Wie soll ich diese Aussage verstehen? Bitte um Erläuterung.

----------

## bbgermany

Naja, ganz zu Ende ist es wohl doch noch nicht. Nur Novell gegenüber:

 *http://www.heise.de/newsticker/meldung/SCO-vs-Linux-Die-Jury-erkennt-Novell-die-Unix-Copyrights-zu-967869.html wrote:*   

> 
> 
> Genau dies sieht SCO jedoch anders. Gegenüber der Salt Lake City Tribune zeigte sich der SCO-Konkursverwalter Edward Cahn sehr enttäuscht von dem Urteil der Geschworenen. Gleichzeitig kündigte er an, dass die Klagemaschinerie weiterlaufen werde und nun IBM attackiert wird: "Wir haben immer noch Ansprüche gegenüber IBM, unabhängig von dieser Entscheidung." Im Unterschied zum Streit um die Copyrights geht es im Verfahren zwischen der SCO Group und IBM um die Frage, ob IBM illegal Code oder Programmierkonzepte von Unix nach Linux übertragen hatte, als beide Firmen im Monterey-Projekt  zusammen arbeiteten. 
> 
> 

 

MfG. Stefan

----------

## Necoro

 *bbgermany wrote:*   

> Naja, ganz zu Ende ist es wohl doch noch nicht. Nur Novell gegenüber

 

IBMs Atem ist in der Hinsicht sicherlich länger ... und die Prozessierungskosten sind denke ich mal für die auch eher irrelevant. Also glaube ich nicht, dass SCO das gewinnt...

----------

## Klaus Meier

 *Necoro wrote:*   

> IBMs Atem ist in der Hinsicht sicherlich länger ... und die Prozessierungskosten sind denke ich mal für die auch eher irrelevant. Also glaube ich nicht, dass SCO das gewinnt...

 

Tolles Rechtssystem. Für dich ist klar, dass IBM den Prozess gewinnt, weil sie mehr Geld in der Kasse haben. Ob man Recht hat oder nicht scheint zumindestens in Amerika keinen zu interessieren.

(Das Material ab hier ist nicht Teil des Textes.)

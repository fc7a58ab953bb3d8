import type { ProjectDoc } from '../projectDoc';

/** Returns the document without the horizon, its regionals and its exclusions in every scenario; unchanged if unknown. */
export function deleteHorizon(doc: ProjectDoc, horizonId: string): ProjectDoc {
  if (!doc.horizons.some((h) => h.id === horizonId)) return doc;
  return {
    ...doc,
    horizons: doc.horizons.filter((h) => h.id !== horizonId),
    scenarios: doc.scenarios.map((s) => {
      const regionals = { ...s.regionals };
      delete regionals[horizonId];
      return { ...s, regionals, excluded: s.excluded.filter((id) => id !== horizonId) };
    }),
  };
}
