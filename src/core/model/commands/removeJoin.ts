import type { ProjectDoc } from '../projectDoc';
import { updateHorizon } from './updateHorizon';

/** Returns the document with the horizon's cut at vertex `at` removed (the two pieces become one, the cutoffs joined straight); unchanged when there is no such cut. */
export function removeJoin(doc: ProjectDoc, horizonId: string, at: number): ProjectDoc {
  return updateHorizon(doc, horizonId, (h) => (h.joins.some((j) => j.at === at) ? { ...h, joins: h.joins.filter((j) => j.at !== at) } : h));
}
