import { describe, expect, it } from 'vitest';
import fc from 'fast-check';
import { TILE_PX, chooseLevel, levelHeld, tileImageRect, tileLevels, visibleTiles } from '../../src/state/scanTiles';

describe('tileLevels', () => {
  it('tileLevels(10000, 10000) halves down to a level that fits in one tile', () => {
    const levels = tileLevels(10000, 10000);
    expect(levels.map((l) => [l.cols, l.rows])).toEqual([[10, 10], [5, 5], [3, 3], [2, 2], [1, 1]]);
    expect(levels.at(-1)!.widthPx).toBe(625);
  });
  it('tileLevels of a small image is one level of one tile; of an empty image, none', () => {
    expect(tileLevels(800, 600)).toHaveLength(1);
    expect(tileLevels(0, 600)).toEqual([]);
  });
});

describe('levelHeld', () => {
  it('levelHeld: level 0 always, level 1 only as the coarsest, every coarser level', () => {
    expect([0, 1, 2, 3, 4].map((k) => levelHeld(k, 5))).toEqual([true, false, true, true, true]);
    expect([0, 1].map((k) => levelHeld(k, 2))).toEqual([true, true]);
    expect(levelHeld(0, 1)).toBe(true);
    expect(levelHeld(5, 5)).toBe(false);
  });
});

describe('chooseLevel', () => {
  it('chooseLevel is 0 at 1:1 and when zoomed in, and coarser as the view zooms out', () => {
    expect(chooseLevel(1, 1, 5)).toBe(0);
    expect(chooseLevel(8, 1, 5)).toBe(0);
    expect(chooseLevel(0.125, 1, 5)).toBe(3);
    expect(chooseLevel(0.25, 1, 5)).toBe(2);
    expect(chooseLevel(0.001, 1, 5)).toBe(4);
  });
  it('chooseLevel skips level 1 where it is not held: level 0 down to 1/2, level 2 below', () => {
    expect(chooseLevel(0.5, 1, 5)).toBe(0);
    expect(chooseLevel(0.51, 1, 5)).toBe(0);
    expect(chooseLevel(0.49, 1, 5)).toBe(2);
    expect(chooseLevel(0.3, 1, 5)).toBe(2);
    // A scan of two levels holds its level 1 (the only reduced view it has).
    expect(chooseLevel(0.3, 1, 2)).toBe(1);
  });
  it('chooseLevel never returns a level the pyramid does not hold (property)', () => {
    fc.assert(fc.property(fc.double({ min: 1e-4, max: 64, noNaN: true }), fc.integer({ min: 1, max: 9 }), (scale, count) =>
      levelHeld(chooseLevel(scale, 1, count), count)));
  });
  it('chooseLevel keeps full resolution on a high-density screen at 50%', () => {
    expect(chooseLevel(0.5, 2, 5)).toBe(0);
  });
});

describe('visibleTiles', () => {
  it('visibleTiles at 1:1 with the image origin at the view origin is the top-left block of tiles', () => {
    const { level, tiles } = visibleTiles({ scale: 1, x: 0, y: 0 }, 1400, 900, 10000, 10000);
    expect(level).toBe(0);
    expect(tiles.map((t) => t.key)).toEqual(['0/0/0', '0/1/0']);
  });
  it('visibleTiles is empty when the image is entirely off screen', () => {
    expect(visibleTiles({ scale: 1, x: -20000, y: 0 }, 1400, 900, 10000, 10000).tiles).toEqual([]);
    expect(visibleTiles({ scale: 1, x: 1500, y: 0 }, 1400, 900, 10000, 10000).tiles).toEqual([]);
  });
  it('visibleTiles at zoom-to-fit of a 100 MP scan draws the whole coarse level, few tiles', () => {
    const scale = 852 / 10000;
    const { level, tiles } = visibleTiles({ scale, x: 274, y: 24 }, 1400, 900, 10000, 10000);
    expect(level).toBe(3);
    expect(tiles).toHaveLength(4);
  });
  it('visibleTiles covers every screen pixel that shows the image, with no tile wholly off screen (property)', () => {
    fc.assert(
      fc.property(
        fc.double({ min: 0.005, max: 16, noNaN: true }),
        fc.double({ min: -30000, max: 2000, noNaN: true }),
        fc.double({ min: -30000, max: 2000, noNaN: true }),
        fc.integer({ min: 1, max: 20000 }),
        fc.integer({ min: 1, max: 20000 }),
        fc.integer({ min: 0, max: 1399 }),
        fc.integer({ min: 0, max: 899 }),
        (scale, x, y, w, h, sx, sy) => {
          const cam = { scale, x, y };
          const { level, tiles } = visibleTiles(cam, 1400, 900, w, h);
          const lv = tileLevels(w, h)[level];
          const rects = tiles.map((t) => tileImageRect(lv, t.col, t.row, w, h));
          // Every tile overlaps the view.
          for (const r of rects) {
            expect(r.x * scale + x).toBeLessThan(1400);
            expect((r.x + r.width) * scale + x).toBeGreaterThan(0);
            expect(r.y * scale + y).toBeLessThan(900);
            expect((r.y + r.height) * scale + y).toBeGreaterThan(0);
          }
          // The image pixel under a random screen pixel, if inside the image, lies in some tile.
          const u = (sx + 0.5 - x) / scale;
          const v = (sy + 0.5 - y) / scale;
          if (u >= 0 && u < w && v >= 0 && v < h) {
            expect(rects.some((r) => u >= r.x && u < r.x + r.width && v >= r.y && v < r.y + r.height)).toBe(true);
          }
        },
      ),
      { numRuns: 500 },
    );
  });
  it('visibleTiles draws a bounded number of tiles at any zoom (at most one tile column and row past the view)', () => {
    for (const scale of [0.01, 0.1, 0.37, 1, 3, 10]) {
      const { tiles } = visibleTiles({ scale, x: -123, y: -77 }, 1400, 900, 14142, 14142);
      expect(tiles.length).toBeLessThanOrEqual((Math.ceil(1400 / TILE_PX) + 2) * (Math.ceil(900 / TILE_PX) + 2));
    }
  });
});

Sie haben noch nicht einen Beweis gegen IBM vorgelegt und IBM übersteht das Ganze nur deshalb, weil sie mehr Geld haben? Na dann viel Spaß, wenn du von Apple oder Microsoft verklagt wirst.

----------

## franzf

 *Klaus Meier wrote:*   

> Sie haben noch nicht einen Beweis gegen IBM vorgelegt und IBM übersteht das Ganze nur deshalb, weil sie mehr Geld haben? Na dann viel Spaß, wenn du von Apple oder Microsoft verklagt wirst.

 

 :Rolling Eyes:  Man kann zum Glück Einspruch erheben. Wäre ja toll, wenn EIN Richterspruch eine endgültige, unabwendbare Sache wäre.

Und wenn sich SCO sooo sicher ist, dass sie gewinnen, und dass sie Beweise haben, dann sollten sie bedenken, dass IBM durch alle Instanzen gehen kann, denn das Geld ist da um die Kosten tragen zu können. Mehr Aussage stand in dem Posting von Necoro doch gar nicht drinnen. Sieh doch nicht überall gleich eine Wertung!

----------

## Klaus Meier

Es war keine Kritik an Necoro, falls das so aufgefasst wurde....

Und du schreibst das Gleiche: "Denn das Geld ist da".

Ist auch keine Kritik an dir. Nur warum muss man Geld  haben, um das zu Bekommen, was einem rechtlich zusteht? Ich finde das Beängstigend, dass alle schreiben: IBM hat mehr Geld als SCO, also kann denen nichts passieren. Die Beweislage wurde noch von niemanden erwähnt.  Die sollte doch entscheidend sein, nicht das Geld.

----------

## Erdie

Es gibt nicht umsonst das Sprichwort: "Geld regiert die Welt" Und so ist es auch, da kann man sich nichts vormachen. Denkt doch nur mal an die Lobbyismus in Berlin. Es ist nicht gut, aber es ist so. Das ist meine Meinung und ich geben Klaus Meier in dieser Hinsicht Recht. Bleibt nur noch die Frage wie man damit umgeht.

----------

## cryptosteve

Gerade Amerika ist bekannt dafür, dass verhältnismäßig kleine Leute (nur finanziell gesehen) gegen relativ große Unternehmen (finanziell gesehen) ernorme Summen (finanziell gesehen) erstritten haben.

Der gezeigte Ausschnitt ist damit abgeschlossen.